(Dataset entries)
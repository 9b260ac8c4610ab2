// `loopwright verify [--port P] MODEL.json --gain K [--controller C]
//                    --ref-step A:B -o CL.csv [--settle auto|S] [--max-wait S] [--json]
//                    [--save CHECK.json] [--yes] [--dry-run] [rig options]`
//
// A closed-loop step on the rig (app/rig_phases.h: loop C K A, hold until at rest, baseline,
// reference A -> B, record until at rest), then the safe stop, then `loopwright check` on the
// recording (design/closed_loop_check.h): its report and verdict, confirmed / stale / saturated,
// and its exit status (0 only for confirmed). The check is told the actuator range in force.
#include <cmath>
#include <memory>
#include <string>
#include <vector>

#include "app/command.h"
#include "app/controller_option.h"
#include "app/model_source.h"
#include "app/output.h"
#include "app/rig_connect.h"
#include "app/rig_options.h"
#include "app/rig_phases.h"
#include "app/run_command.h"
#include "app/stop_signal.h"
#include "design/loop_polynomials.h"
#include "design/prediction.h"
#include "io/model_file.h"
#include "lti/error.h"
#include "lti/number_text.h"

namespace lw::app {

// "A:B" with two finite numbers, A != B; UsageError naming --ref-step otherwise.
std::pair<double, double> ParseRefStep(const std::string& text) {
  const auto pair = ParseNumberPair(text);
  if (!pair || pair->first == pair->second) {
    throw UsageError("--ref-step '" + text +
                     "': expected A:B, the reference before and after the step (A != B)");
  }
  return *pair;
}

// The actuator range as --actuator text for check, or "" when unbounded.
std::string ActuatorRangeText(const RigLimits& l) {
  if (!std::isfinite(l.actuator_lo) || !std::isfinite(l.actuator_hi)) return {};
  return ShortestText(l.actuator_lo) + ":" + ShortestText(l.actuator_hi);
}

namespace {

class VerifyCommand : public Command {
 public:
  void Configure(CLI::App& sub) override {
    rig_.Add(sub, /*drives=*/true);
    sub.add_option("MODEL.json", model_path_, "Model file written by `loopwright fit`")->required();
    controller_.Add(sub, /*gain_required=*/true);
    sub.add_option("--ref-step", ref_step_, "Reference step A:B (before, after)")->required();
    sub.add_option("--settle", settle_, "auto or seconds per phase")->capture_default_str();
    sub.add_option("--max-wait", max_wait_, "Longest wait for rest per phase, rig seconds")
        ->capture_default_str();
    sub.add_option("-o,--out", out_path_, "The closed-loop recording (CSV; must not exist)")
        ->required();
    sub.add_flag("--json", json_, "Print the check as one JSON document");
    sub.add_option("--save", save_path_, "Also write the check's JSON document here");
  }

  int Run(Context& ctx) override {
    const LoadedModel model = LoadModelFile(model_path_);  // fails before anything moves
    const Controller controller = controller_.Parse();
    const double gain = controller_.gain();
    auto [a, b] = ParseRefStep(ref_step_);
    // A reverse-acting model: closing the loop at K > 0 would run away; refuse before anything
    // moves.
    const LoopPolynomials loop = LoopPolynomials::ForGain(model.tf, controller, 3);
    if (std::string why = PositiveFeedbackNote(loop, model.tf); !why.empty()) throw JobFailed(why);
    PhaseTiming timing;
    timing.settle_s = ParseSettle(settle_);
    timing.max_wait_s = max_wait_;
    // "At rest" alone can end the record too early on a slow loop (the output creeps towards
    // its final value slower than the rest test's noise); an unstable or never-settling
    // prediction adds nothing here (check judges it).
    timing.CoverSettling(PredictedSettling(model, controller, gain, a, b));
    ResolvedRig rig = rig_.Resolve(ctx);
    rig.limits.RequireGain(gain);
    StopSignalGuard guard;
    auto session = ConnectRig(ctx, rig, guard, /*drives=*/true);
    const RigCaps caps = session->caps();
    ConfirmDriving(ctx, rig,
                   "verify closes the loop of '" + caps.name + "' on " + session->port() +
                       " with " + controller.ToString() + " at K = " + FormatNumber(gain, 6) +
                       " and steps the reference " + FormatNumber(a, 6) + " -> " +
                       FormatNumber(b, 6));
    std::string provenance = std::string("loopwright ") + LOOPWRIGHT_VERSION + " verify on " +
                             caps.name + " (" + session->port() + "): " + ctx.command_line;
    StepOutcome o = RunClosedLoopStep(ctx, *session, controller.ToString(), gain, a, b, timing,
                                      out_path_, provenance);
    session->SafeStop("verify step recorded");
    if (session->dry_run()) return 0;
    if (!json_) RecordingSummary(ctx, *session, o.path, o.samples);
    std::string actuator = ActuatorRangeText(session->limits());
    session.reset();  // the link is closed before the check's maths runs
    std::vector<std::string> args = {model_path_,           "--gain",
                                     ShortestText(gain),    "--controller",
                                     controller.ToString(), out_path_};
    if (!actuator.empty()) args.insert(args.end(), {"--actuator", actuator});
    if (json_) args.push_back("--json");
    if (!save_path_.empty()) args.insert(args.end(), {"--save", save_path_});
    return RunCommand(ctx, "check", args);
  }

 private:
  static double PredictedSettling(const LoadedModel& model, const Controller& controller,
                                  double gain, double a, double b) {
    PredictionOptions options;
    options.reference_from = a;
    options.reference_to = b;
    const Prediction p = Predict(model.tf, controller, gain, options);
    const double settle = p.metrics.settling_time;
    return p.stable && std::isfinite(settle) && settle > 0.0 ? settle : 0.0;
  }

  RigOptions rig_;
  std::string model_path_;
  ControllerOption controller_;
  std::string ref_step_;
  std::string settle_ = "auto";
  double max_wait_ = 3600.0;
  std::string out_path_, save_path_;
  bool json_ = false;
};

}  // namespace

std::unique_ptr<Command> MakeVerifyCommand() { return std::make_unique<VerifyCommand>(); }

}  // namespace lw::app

EXERCISE DESCRIPTION: Pick out every line above that contains the word "here" and copy it.

ANSWER BELOW:
    sub.add_option("--save", save_path_, "Also write the check's JSON document here");
    // prediction adds nothing here (check judges it).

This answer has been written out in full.